- **What is being asked**: From the first line through the one containing "const path = cell.csv", restate the listing word for word, and give no other lines.

* * * * * * *

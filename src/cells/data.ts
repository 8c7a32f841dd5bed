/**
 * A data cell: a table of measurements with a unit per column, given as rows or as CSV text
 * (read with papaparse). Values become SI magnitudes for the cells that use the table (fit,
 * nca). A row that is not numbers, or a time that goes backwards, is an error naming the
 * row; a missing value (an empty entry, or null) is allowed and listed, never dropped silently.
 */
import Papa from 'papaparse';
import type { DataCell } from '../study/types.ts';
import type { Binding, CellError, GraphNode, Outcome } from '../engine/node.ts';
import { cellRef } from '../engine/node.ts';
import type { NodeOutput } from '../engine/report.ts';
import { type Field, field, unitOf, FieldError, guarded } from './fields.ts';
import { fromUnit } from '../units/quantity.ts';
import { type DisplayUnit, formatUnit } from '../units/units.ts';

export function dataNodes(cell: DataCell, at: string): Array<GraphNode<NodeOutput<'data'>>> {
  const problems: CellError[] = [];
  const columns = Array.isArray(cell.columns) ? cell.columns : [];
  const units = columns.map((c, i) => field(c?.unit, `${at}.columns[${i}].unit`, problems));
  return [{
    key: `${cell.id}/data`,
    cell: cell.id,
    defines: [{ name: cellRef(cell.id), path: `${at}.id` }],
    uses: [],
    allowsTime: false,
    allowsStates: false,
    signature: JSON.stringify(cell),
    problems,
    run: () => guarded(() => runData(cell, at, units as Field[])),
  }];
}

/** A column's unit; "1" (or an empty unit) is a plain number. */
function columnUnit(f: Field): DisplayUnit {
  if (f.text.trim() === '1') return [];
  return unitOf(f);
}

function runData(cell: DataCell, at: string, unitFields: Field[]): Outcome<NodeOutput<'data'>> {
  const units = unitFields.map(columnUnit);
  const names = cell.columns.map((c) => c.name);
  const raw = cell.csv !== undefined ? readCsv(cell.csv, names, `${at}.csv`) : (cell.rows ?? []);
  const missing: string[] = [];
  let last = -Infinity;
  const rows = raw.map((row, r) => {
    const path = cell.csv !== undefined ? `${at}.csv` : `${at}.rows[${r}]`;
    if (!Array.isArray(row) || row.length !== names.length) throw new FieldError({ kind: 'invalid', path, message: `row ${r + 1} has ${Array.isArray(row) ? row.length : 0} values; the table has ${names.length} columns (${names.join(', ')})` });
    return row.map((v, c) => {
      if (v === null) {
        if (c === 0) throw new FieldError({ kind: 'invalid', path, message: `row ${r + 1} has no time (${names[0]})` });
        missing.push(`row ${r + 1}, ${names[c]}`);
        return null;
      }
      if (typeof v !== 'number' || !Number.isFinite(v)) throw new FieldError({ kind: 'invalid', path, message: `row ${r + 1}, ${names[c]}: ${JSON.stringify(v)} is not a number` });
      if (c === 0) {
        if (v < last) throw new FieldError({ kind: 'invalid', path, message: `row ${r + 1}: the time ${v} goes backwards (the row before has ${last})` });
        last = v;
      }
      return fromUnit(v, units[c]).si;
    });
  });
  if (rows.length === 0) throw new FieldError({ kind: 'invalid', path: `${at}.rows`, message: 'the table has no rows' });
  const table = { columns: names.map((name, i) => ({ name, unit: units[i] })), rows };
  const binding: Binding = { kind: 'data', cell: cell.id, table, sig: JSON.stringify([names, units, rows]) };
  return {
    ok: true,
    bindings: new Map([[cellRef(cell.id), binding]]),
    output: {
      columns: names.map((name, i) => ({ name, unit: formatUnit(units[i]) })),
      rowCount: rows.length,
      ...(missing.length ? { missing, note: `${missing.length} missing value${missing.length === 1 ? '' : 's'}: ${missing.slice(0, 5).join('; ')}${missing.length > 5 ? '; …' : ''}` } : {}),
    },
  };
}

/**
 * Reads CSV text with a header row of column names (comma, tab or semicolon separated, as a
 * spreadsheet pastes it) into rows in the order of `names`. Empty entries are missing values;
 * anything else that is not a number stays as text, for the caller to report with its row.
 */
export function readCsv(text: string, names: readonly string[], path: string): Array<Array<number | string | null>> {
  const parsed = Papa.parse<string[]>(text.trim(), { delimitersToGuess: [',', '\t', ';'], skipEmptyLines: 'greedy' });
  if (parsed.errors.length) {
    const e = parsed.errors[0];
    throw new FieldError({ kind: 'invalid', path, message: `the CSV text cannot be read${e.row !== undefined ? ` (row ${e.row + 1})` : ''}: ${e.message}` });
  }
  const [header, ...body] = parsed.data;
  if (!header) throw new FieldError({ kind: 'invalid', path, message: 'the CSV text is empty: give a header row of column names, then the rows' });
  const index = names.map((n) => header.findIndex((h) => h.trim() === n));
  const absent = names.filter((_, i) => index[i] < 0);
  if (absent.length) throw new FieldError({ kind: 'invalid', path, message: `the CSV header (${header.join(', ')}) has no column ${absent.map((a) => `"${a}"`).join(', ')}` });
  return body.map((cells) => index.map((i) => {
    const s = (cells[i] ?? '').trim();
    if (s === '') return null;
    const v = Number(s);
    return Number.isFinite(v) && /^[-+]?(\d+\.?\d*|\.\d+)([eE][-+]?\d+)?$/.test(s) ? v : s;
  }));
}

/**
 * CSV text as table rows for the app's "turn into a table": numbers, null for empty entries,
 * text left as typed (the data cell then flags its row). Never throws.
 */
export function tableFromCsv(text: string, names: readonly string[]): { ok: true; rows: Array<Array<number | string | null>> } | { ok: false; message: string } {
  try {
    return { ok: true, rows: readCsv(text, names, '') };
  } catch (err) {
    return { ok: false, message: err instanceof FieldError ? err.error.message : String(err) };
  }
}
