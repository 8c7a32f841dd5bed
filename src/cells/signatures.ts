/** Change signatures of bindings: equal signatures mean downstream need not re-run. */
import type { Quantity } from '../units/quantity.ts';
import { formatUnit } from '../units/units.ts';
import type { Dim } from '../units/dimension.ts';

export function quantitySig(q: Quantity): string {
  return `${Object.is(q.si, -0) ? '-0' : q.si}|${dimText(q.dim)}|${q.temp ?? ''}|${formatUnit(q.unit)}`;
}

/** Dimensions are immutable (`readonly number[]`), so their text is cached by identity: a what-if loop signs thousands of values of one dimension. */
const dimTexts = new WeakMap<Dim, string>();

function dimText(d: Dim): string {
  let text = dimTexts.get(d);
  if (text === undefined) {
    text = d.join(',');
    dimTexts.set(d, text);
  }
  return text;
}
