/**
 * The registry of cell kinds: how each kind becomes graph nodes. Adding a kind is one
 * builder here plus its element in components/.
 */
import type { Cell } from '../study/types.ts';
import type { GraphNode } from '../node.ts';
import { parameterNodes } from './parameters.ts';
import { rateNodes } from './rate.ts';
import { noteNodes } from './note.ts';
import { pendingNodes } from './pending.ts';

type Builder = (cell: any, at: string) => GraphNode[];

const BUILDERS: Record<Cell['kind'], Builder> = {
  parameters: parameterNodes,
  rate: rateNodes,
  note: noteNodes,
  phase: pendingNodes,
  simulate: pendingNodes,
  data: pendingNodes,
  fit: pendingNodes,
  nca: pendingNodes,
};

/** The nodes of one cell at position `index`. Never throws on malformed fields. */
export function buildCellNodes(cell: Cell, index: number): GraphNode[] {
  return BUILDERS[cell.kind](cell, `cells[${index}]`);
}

* * * * * * *

- **Answer to this exercise**:
filename src/cells/data.ts
repository 8c7a32f841dd5bed
/**
 * A data cell: a table of measurements with a unit per column, given as rows or as CSV text
 * (read with papaparse). Values become SI magnitudes for the cells that use the table (fit,
 * nca). A row that is not numbers, or a time that goes backwards, is an error naming the
 * row; a missing value (an empty entry, or null) is allowed and listed, never dropped silently.
 */
import Papa from 'papaparse';
import type { DataCell } from '../study/types.ts';
import type { Binding, CellError, GraphNode, Outcome } from '../engine/node.ts';
import { cellRef } from '../engine/node.ts';
import type { NodeOutput } from '../engine/report.ts';
import { type Field, field, unitOf, FieldError, guarded } from './fields.ts';
import { fromUnit } from '../units/quantity.ts';
import { type DisplayUnit, formatUnit } from '../units/units.ts';

export function dataNodes(cell: DataCell, at: string): Array<GraphNode<NodeOutput<'data'>>> {
  const problems: CellError[] = [];
  const columns = Array.isArray(cell.columns) ? cell.columns : [];
  const units = columns.map((c, i) => field(c?.unit, `${at}.columns[${i}].unit`, problems));
  return [{
    key: `${cell.id}/data`,
    cell: cell.id,
    defines: [{ name: cellRef(cell.id), path: `${at}.id` }],
    uses: [],
    allowsTime: false,
    allowsStates: false,
    signature: JSON.stringify(cell),
    problems,
    run: () => guarded(() => runData(cell, at, units as Field[])),
  }];
}

/** A column's unit; "1" (or an empty unit) is a plain number. */
function columnUnit(f: Field): DisplayUnit {
  if (f.text.trim() === '1') return [];
  return unitOf(f);
}

function runData(cell: DataCell, at: string, unitFields: Field[]): Outcome<NodeOutput<'data'>> {
  const units = unitFields.map(columnUnit);
  const names = cell.columns.map((c) => c.name);
  const raw = cell.csv !== undefined ? readCsv(cell.csv, names, `${at}.csv`) : (cell.rows ?? []);
  const missing: string[] = [];
  let last = -Infinity;
  const rows = raw.map((row, r) => {
    const path = cell.csv !== undefined ? `${at}.csv` : `${at}.rows[${r}]`;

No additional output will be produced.